Dataset entries
def test_inner_nodes_are_unknowns_at_small_signal_and_no_nodes_of_the_circuit() -> None:
    """A source resistance in the card is a resistor at the source: the same gain, at any frequency."""
    stage = "vdd vdd 0 9\nvin g 0 1.2 ac 1\nrd vdd d {rd}\n{rs}m1 d g {s} {s} nx w=50u l=2u ad=1n as=1n\n"
    model = ".model nx nmos level=1 vto=0.7 kp=100u gamma=0.4 lambda=0.02 tox=20n cgso=1n cgdo=1n cj=1m {r}\n"
    inside = read_flat("t\n" + (stage + model).format(rd="10k", rs="", s="0", r="rd=500 rs=300"))
    frequencies = [10.0, 1e6, 1e8, 1e10]
    small = linearize(inside, Ports("vin", "d"), solve_bias(inside, Batch((ALL_EFFECTS,))))
    assert small.system().layout.nodes == (*inside.nodes, "m1 d'", "m1 s'")
    assert {node for _, nodes, _ in small.device_capacitors for node in nodes} == {
        "g",
        "m1 d'",
        "m1 s'",
        GROUND,
    }
    gain = transfer(small, small.system(), frequencies)
    drawn = read_flat(
        "t\nvdd vdd 0 9\nvin g 0 1.2 ac 1\nrd vdd d 10k\nrdx d di 500\nrsx si 0 300\n"
        "m1 di g si 0 nx w=50u l=2u ad=1n as=1n\n" + model.format(r="")
    )
    other = linearize(drawn, Ports("vin", "d"), solve_bias(drawn, Batch((ALL_EFFECTS,))))
    assert gain == pytest.approx(transfer(other, other.system(), frequencies), rel=1e-9)
    without = Batch((effects_under(["no-series-resistance"]),))
    plain = linearize(inside, Ports("vin", "d"), solve_bias(inside, without))
    assert plain.system().layout.nodes == inside.nodes
    assert abs(transfer(plain, plain.system(), [10.0])[0]) > 1.1 * abs(gain[0])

§ WHAT TO WORK ON
Search the entries above for the word "linearize" and copy each line where it appears.

§ SOLUTION
    small = linearize(inside, Ports("vin", "d"), solve_bias(inside, Batch((ALL_EFFECTS,))))
    other = linearize(drawn, Ports("vin", "d"), solve_bias(drawn, Batch((ALL_EFFECTS,))))
    plain = linearize(inside, Ports("vin", "d"), solve_bias(inside, without))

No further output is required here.